--- Records for the task Enclosed Below ---

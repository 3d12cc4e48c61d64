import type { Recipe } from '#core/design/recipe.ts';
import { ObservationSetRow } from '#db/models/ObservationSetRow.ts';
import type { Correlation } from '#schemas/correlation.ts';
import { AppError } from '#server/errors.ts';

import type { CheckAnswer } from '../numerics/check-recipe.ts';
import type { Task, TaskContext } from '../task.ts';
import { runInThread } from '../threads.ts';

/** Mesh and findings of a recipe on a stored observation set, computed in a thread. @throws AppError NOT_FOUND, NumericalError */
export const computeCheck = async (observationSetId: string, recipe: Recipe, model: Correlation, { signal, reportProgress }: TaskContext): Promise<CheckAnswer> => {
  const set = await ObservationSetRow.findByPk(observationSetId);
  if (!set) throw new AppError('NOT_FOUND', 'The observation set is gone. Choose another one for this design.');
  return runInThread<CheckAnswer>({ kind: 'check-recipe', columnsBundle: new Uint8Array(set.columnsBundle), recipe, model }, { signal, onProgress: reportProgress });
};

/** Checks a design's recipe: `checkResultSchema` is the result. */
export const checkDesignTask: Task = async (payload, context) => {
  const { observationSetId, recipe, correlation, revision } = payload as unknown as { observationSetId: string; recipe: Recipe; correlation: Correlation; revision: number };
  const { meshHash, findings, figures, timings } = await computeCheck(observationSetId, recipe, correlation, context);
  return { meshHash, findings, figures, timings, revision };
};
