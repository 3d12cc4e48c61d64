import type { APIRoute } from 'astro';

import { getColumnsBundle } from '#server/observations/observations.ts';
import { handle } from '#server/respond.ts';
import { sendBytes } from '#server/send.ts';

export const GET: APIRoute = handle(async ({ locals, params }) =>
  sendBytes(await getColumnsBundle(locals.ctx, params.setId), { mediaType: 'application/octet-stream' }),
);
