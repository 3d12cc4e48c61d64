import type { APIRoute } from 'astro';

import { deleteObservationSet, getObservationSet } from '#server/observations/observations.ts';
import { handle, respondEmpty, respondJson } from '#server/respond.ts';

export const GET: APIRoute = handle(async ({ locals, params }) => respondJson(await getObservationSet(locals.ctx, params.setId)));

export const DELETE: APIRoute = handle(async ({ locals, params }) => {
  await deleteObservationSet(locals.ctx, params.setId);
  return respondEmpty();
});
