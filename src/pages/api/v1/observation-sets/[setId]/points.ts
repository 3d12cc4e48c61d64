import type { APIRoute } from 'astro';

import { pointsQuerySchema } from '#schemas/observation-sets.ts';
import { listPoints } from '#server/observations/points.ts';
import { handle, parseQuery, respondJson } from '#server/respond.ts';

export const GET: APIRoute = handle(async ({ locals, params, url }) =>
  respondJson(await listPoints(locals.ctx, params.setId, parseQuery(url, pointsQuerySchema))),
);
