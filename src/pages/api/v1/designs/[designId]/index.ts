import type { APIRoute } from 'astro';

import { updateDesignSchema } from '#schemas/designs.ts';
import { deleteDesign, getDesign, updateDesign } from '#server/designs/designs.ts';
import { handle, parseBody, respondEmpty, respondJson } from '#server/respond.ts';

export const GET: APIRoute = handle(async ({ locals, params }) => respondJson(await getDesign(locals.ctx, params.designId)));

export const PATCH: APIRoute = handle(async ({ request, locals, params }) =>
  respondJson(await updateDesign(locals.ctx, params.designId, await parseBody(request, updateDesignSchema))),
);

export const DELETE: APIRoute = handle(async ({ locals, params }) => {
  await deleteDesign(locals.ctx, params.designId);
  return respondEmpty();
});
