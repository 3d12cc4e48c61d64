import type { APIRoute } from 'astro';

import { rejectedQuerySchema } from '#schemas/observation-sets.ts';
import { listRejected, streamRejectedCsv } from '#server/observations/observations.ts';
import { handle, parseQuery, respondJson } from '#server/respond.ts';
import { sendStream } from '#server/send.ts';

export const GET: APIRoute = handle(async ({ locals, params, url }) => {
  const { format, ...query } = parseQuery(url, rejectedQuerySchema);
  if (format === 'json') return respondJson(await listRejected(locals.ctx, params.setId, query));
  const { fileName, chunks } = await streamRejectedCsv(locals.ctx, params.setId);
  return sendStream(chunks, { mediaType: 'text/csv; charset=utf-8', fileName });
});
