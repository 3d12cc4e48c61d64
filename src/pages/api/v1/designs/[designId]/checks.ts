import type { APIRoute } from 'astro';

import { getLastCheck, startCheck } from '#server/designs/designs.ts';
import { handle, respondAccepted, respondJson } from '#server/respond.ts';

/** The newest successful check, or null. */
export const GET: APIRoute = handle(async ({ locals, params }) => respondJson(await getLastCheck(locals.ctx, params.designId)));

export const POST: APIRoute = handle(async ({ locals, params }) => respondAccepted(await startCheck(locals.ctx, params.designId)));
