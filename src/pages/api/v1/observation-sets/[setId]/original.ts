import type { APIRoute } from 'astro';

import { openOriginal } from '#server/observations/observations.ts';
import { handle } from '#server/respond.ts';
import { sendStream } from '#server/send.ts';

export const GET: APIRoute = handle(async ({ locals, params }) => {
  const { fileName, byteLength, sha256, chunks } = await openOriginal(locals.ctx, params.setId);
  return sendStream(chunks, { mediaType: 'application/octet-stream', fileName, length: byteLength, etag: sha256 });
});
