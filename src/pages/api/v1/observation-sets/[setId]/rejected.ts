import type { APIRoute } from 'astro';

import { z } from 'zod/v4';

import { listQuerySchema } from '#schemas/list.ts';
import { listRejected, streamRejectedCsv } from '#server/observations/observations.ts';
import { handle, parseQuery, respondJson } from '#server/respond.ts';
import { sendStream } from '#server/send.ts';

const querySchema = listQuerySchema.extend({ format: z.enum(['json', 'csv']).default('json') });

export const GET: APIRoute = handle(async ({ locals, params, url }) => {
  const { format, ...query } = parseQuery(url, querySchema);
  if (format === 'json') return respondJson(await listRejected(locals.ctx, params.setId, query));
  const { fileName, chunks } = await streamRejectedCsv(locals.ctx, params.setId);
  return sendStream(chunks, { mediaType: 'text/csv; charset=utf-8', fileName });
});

--- End of Enclosed Records for the task ---
--- Records for the task Enclosed Below ---

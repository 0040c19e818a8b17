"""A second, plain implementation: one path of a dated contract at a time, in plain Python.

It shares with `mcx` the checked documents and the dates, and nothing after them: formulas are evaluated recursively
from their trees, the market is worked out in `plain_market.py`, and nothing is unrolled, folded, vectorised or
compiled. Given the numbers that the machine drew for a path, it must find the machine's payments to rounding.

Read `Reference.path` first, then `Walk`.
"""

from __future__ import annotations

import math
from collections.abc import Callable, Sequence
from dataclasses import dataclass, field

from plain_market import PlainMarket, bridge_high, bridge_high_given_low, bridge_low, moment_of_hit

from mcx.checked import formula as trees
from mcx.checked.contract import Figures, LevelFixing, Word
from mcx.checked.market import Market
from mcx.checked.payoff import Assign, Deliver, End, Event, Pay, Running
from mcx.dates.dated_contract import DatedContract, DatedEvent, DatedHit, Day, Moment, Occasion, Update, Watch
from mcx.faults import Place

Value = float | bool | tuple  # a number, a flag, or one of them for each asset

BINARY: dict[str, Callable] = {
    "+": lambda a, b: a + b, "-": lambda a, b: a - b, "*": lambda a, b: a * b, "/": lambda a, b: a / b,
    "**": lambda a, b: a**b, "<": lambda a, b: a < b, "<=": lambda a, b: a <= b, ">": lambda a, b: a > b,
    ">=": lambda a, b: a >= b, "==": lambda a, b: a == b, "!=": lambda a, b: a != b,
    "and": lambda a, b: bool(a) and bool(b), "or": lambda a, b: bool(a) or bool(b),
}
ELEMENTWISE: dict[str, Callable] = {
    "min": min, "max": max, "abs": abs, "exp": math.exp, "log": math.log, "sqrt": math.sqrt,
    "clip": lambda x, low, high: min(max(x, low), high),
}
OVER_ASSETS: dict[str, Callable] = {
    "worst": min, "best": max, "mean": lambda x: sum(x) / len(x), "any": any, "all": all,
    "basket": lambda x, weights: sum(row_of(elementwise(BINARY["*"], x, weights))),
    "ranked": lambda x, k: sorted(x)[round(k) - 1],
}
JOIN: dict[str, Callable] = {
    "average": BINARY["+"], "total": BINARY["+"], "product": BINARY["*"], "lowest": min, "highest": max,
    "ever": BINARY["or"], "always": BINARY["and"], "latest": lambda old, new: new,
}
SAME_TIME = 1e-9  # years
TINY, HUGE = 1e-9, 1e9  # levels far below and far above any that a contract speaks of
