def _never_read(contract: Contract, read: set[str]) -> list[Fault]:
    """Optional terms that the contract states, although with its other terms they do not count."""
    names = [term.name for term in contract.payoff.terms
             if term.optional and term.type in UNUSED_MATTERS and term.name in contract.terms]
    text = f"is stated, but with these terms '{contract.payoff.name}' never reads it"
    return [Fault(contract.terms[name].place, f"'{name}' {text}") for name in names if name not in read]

--- End of Enclosed Records for the task ---
--- Records for the task Enclosed Below ---

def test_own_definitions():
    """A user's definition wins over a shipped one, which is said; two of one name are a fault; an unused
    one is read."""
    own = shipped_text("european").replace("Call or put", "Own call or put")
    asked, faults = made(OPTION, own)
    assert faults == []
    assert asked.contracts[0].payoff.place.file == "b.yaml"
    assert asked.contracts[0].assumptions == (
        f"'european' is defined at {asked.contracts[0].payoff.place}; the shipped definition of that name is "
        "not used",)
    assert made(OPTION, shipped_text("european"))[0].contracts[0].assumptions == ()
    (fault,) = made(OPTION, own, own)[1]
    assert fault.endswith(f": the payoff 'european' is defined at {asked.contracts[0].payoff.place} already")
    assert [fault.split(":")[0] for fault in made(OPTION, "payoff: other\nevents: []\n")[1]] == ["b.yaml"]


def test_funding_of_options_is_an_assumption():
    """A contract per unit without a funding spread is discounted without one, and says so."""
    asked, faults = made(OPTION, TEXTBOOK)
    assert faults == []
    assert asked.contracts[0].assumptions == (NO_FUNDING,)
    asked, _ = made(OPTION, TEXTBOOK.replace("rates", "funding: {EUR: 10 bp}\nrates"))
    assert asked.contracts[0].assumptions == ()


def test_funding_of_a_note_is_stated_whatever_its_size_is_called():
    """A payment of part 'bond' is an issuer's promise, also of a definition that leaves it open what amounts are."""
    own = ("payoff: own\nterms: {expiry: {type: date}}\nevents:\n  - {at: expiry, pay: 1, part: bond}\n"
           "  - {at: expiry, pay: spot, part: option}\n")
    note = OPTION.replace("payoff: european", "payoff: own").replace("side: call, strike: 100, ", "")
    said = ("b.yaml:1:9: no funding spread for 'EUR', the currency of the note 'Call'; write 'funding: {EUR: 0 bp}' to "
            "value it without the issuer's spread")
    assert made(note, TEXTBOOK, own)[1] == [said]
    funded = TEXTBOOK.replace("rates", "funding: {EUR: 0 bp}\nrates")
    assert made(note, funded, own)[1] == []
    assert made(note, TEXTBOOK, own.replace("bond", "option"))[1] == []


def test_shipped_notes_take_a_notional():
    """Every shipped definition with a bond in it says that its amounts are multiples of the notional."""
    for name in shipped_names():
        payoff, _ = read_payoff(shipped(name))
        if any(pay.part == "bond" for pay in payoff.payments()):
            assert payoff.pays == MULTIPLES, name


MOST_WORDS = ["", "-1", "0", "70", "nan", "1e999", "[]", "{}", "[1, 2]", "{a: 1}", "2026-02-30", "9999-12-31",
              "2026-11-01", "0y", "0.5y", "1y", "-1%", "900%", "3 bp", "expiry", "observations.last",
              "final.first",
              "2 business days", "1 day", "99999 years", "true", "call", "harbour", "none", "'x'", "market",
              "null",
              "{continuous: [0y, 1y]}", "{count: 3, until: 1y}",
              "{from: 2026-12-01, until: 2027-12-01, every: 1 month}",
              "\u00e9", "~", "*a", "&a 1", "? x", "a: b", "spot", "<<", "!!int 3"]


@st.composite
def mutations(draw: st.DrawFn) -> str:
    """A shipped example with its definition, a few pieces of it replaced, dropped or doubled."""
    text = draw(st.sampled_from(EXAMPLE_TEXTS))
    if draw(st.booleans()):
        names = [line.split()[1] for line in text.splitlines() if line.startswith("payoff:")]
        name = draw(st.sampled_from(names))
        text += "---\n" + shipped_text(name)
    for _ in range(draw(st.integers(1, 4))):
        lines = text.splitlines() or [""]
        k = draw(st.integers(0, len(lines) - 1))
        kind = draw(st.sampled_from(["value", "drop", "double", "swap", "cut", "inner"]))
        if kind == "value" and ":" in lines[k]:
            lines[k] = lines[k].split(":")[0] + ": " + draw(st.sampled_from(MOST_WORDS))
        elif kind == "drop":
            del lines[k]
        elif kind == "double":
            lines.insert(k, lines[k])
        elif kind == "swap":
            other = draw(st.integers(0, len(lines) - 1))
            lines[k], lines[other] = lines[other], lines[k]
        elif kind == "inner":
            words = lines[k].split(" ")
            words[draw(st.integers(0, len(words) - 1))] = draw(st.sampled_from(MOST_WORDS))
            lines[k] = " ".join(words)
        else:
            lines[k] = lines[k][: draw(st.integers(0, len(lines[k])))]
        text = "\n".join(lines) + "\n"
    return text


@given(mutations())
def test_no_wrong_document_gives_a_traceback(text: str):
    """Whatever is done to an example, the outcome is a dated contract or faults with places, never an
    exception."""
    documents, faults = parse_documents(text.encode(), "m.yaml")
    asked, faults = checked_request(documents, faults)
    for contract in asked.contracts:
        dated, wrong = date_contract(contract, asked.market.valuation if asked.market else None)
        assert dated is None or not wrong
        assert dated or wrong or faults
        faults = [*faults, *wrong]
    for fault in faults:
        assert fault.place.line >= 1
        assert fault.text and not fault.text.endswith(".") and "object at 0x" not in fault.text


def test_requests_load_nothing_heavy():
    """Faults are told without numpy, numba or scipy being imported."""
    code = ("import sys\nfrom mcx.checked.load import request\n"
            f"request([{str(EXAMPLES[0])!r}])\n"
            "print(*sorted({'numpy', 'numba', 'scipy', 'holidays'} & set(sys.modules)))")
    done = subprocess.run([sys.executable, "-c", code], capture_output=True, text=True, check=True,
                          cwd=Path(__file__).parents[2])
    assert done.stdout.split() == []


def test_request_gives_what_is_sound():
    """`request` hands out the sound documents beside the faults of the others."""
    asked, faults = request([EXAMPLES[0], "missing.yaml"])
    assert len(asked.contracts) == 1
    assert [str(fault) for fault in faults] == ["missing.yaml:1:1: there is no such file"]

--- End of Enclosed Records for the task ---

*Your goal*.
Could you return all lines from the data above that contain the string "trees"?

*Response*.
from their trees, the market is worked out in `plain_market.py`, and nothing is unrolled, folded, vectorised or
from mcx.checked import formula as trees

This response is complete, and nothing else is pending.